> For clean Markdown of any page, append .md to the page URL.
> For a complete documentation index, see https://docs.nvidia.com/nemo/curator/llms.txt.
> For full documentation content, see https://docs.nvidia.com/nemo/curator/llms-full.txt.

> How NeMo Curator's streaming architecture processes data in constant memory

# Streaming vs. Batch Processing

Different inference stages have different compute requirements. NeMo Curator uses Ray streaming to increase GPU utilization and processing speed compared to traditional batch-all-at-once approaches.

## Batch Mode vs. Streaming Mode

### Batch Mode

In batch mode, each stage processes the **entire dataset** before the next stage begins. Stages with different compute requirements (CPU-only tokenization, single-GPU classifiers, multi-GPU encoders) all run sequentially:

| Aspect                   | Batch Mode                                           |
| ------------------------ | ---------------------------------------------------- |
| **Execution**            | One stage at a time across the full dataset          |
| **Memory usage**         | Proportional to dataset size                         |
| **GPU utilization**      | Low — GPUs idle while CPU stages run, and vice versa |
| **Time to first output** | After the entire pipeline finishes                   |

### Streaming Mode

In streaming mode, data flows through the pipeline as discrete batches. Each stage processes its current batch and immediately passes it downstream, so **all stages run concurrently** on different batches:

| Aspect                   | Streaming Mode                                          |
| ------------------------ | ------------------------------------------------------- |
| **Execution**            | All stages active simultaneously on different batches   |
| **Memory usage**         | Constant (proportional to batch size, not dataset size) |
| **GPU utilization**      | High — stages with different hardware needs overlap     |
| **Time to first output** | After the first batch completes the pipeline            |

## Why Streaming Is Faster

Streaming with heterogeneous compute allows NeMo Curator to overlap stages that use different resources. For example, while a GPU inference stage processes batch N, a CPU tokenization stage can process batch N+1 simultaneously — neither blocks the other.

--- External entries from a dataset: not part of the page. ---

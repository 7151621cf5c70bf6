using System.Text.Json;
using Atlas.Assessment.Validation;
using Atlas.Statistics;

namespace Atlas.Assessment.Tests.Validation;

/// <summary>The same pairs scored once by NumPy/SciPy (Debian's /usr/bin/python3) for the whole class.</summary>
public sealed class SkillReference
{
    public double[] Observed { get; } = SeededSamples.WaveHeights(11, 400);
    public double[] Modelled { get; }
    public double[] ObservedDirections { get; } = SeededSamples.Uniform(12, 300, 0, 360);
    public double[] ModelledDirections { get; }
    public JsonElement Result { get; }

    public SkillReference()
    {
        var noise = SeededSamples.Normal(13, Observed.Length, 0, 0.25);
        Modelled = [.. Observed.Select((o, i) => 0.08 + 0.95 * o + noise[i])];
        var turn = SeededSamples.Normal(14, ObservedDirections.Length, 6, 20);
        ModelledDirections = [.. ObservedDirections.Select((o, i) => CircularStatistics.Normalise(o + turn[i]))];
        Result = ReferencePython.Run("""
            import json, sys
            import numpy as np
            from scipy import stats
            d = json.load(sys.stdin)
            o = np.array(d["o"]); m = np.array(d["m"])
            diff = m - o
            slope, intercept = np.polyfit(o, m, 1)
            do = np.array(d["do"]); dm = np.array(d["dm"])
            dd = (dm - do + 180.0) % 360.0 - 180.0
            print(json.dumps({
                "mean_o": float(np.mean(o)), "mean_m": float(np.mean(m)),
                "bias": float(np.mean(diff)),
                "rmse": float(np.sqrt(np.mean(diff ** 2))),
                "si": float(np.sqrt(np.mean(diff ** 2)) / np.mean(o)),
                "si_bc": float(np.std(diff) / np.mean(o)),
                "r": float(stats.pearsonr(o, m)[0]),
                "sym_slope": float(np.sqrt(np.sum(m ** 2) / np.sum(o ** 2))),
                "slope": float(slope), "intercept": float(intercept),
                "q_o": np.percentile(o, np.arange(1, 100), method="linear").tolist(),
                "q_m": np.percentile(m, np.arange(1, 100), method="linear").tolist(),
                "circ_bias": float(stats.circmean(dd, high=180.0, low=-180.0)),
                "circ_mean_o": float(stats.circmean(do, high=360.0, low=0.0)),
                "circ_rmse": float(np.sqrt(np.mean(dd ** 2))),
                "circ_mad": float(np.mean(np.abs(dd))),
            }))
            """, new { o = Observed, m = Modelled, @do = ObservedDirections, dm = ModelledDirections });
    }
}

public class SkillMetricsTests(SkillReference reference) : IClassFixture<SkillReference>
{
    // Tolerance 1e-12 relative for sums and means (same formulas, different summation order).
    private static void Close(double expected, double actual, double relative = 1e-12) =>
        Assert.True(Math.Abs(expected - actual) <= relative * Math.Max(1, Math.Abs(expected)), $"expected {expected}, got {actual}");

    [Fact]
    public void ScalarScoresAgreeWithNumpyAndScipy()
    {
        var scores = SkillMetrics.Compute(reference.Observed, reference.Modelled);
        var r = reference.Result;

        Assert.Equal(reference.Observed.Length, scores.Count);
        Close(r.Double("mean_o"), scores.MeanObserved);         // numpy.mean
        Close(r.Double("mean_m"), scores.MeanModelled);         // numpy.mean
        Close(r.Double("bias"), scores.Bias);                   // numpy.mean(m - o)
        Close(r.Double("rmse"), scores.Rmse);                   // numpy.sqrt(numpy.mean((m - o)**2))
        Close(r.Double("si"), scores.ScatterIndex);             // RMSE / numpy.mean(o)
        Close(r.Double("si_bc"), scores.BiasCorrectedScatterIndex); // numpy.std(m - o) (ddof 0) / mean(o)
        Close(r.Double("r"), scores.PearsonR, 1e-10);           // scipy.stats.pearsonr
        Close(r.Double("sym_slope"), scores.SymmetricSlope);    // sqrt(sum m^2 / sum o^2)
        Close(r.Double("slope"), scores.RegressionSlope, 1e-10);     // numpy.polyfit(o, m, 1)
        Close(r.Double("intercept"), scores.RegressionIntercept, 1e-10);
    }

    [Fact]
    public void QuantilePairsAgreeWithNumpyPercentileLinear()
    {
        var pairs = QuantileComparison.Compute(reference.Observed, reference.Modelled);
        double[] expectedObserved = reference.Result.Doubles("q_o"), expectedModelled = reference.Result.Doubles("q_m");

        Assert.Equal(99, pairs.Count);
        for (int i = 0; i < 99; i++)
        {
            Assert.Equal((i + 1) / 100.0, pairs[i].Probability, 1e-15);
            Close(expectedObserved[i], pairs[i].ObservedQuantile); // numpy.percentile(method="linear")
            Close(expectedModelled[i], pairs[i].ModelledQuantile);
        }
    }

    [Fact]
    public void DirectionalScoresAgreeWithScipyCircmean()
    {
        var scores = SkillMetrics.ComputeDirectional(reference.ObservedDirections, reference.ModelledDirections);
        var r = reference.Result;

        Close(r.Double("circ_bias"), scores.CircularBiasDegrees, 1e-10);               // scipy.stats.circmean of wrapped differences
        Close(r.Double("circ_mean_o"), scores.CircularMeanObservedDegrees, 1e-10);     // scipy.stats.circmean(high=360)
        Close(r.Double("circ_rmse"), scores.CircularRmseDegrees, 1e-10);               // numpy on ((m - o + 180) % 360 - 180)
        Close(r.Double("circ_mad"), scores.MeanAbsoluteDifferenceDegrees, 1e-10);
    }

    [Fact]
    public void SyntheticRecordOfModelPlusOffsetAndNoiseRecoversBiasAndScatterIndex()
    {
        // observed = model + 0.3 m + N(0, 0.2 m): expected bias = -0.3 m, RMSE^2 = 0.3^2 + 0.2^2,
        // bias-corrected SI = 0.2 / mean(observed). Tolerance: four standard errors of each estimate
        // (sd/sqrt(N) for the bias; sd * sqrt(1/(2N)) for the noise sd), N = 20000.
        const int n = 20_000;
        const double offset = 0.3, sd = 0.2;
        var model = SeededSamples.WaveHeights(21, n);
        var noise = SeededSamples.Normal(22, n, 0, sd);
        var observed = model.Select((m, i) => m + offset + noise[i]).ToArray();

        var scores = SkillMetrics.Compute(observed, model);

        Assert.Equal(-offset, scores.Bias, 4 * sd / Math.Sqrt(n));
        double meanObserved = observed.Average();
        double expectedRmse = Math.Sqrt(offset * offset + sd * sd);
        double noiseSdError = 4 * sd / Math.Sqrt(2.0 * n);
        Assert.Equal(expectedRmse / meanObserved, scores.ScatterIndex, (noiseSdError + 4 * sd / Math.Sqrt(n)) / meanObserved);
        Assert.Equal(sd / meanObserved, scores.BiasCorrectedScatterIndex, noiseSdError / meanObserved);
    }

    [Fact]
    public void EmptyPairsGiveNaNScoresAndZeroCount()
    {
        var scores = SkillMetrics.Compute([double.NaN], [1.0]);

        Assert.Equal(0, scores.Count);
        Assert.True(double.IsNaN(scores.Bias) && double.IsNaN(scores.Rmse) && double.IsNaN(scores.PearsonR));
        Assert.Equal(0, SkillMetrics.ComputeDirectional([], []).Count);
    }

    [Fact]
    public void PairsWithAMissingValueAreSkipped()
    {
        var scores = SkillMetrics.Compute([1.0, 2.0, double.NaN, 4.0], [1.5, 2.5, 3.0, double.NaN]);

        Assert.Equal(2, scores.Count);
        Assert.Equal(0.5, scores.Bias, 1e-15);
    }

    [Fact]
    public void DirectionBiasUsesTheSmallestSignedAngle()
    {
        // Hand-computed: 355 -> 5 is +10 degrees, 10 -> 0 is -10 degrees, 180 -> 190 is +10.
        var scores = SkillMetrics.ComputeDirectional([355, 10, 180], [5, 0, 190]);

        Assert.Equal(Math.Sqrt(100.0), scores.CircularRmseDegrees, 1e-12);
        Assert.Equal(10.0, scores.MeanAbsoluteDifferenceDegrees, 1e-12);
        Assert.True(scores.CircularBiasDegrees > 3 && scores.CircularBiasDegrees < 4); // atan2(mean sin, mean cos) of +10, -10, +10
    }
}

This overlap improves throughput in pipelines that mix CPU and GPU work, because both happen in parallel rather than taking turns.

Combined with auto-balancing, streaming enables Curator to rearrange resources so that GPU stage workers are **kept busy over 99% of the time** after an initial warm-up period.

## Heterogeneous Executors

NeMo Curator supports streaming with multiple executors — Cosmos Xenna, Ray Data, and others — each optimized for different workload patterns. The executor handles scheduling, backpressure, and resource allocation so that streaming "just works" regardless of how many stages your pipeline has.

## Configuring Batch Size

Batch size controls the trade-off between memory usage and throughput:

```python
from nemo_curator.stages.resources import Resources

# Configure batch size on a stage
word_count_stage = WordCountStage().with_(batch_size=128)
```

* **Smaller batches**: Lower memory usage per batch. Ray may handle smaller batches more efficiently in some workloads.
* **Larger batches**: More in-memory data per batch, which can reduce I/O overhead but uses more memory.

## When Streaming Matters Most

* **Datasets exceed memory.** A 10 TB Common Crawl snapshot cannot fit in RAM, but it can be streamed in manageable chunks.
* **Pipeline stages have different hardware needs.** CPU-only and GPU stages overlap instead of taking turns.
* **You need early results.** Inspect output from the first batch while the rest of the dataset is still processing.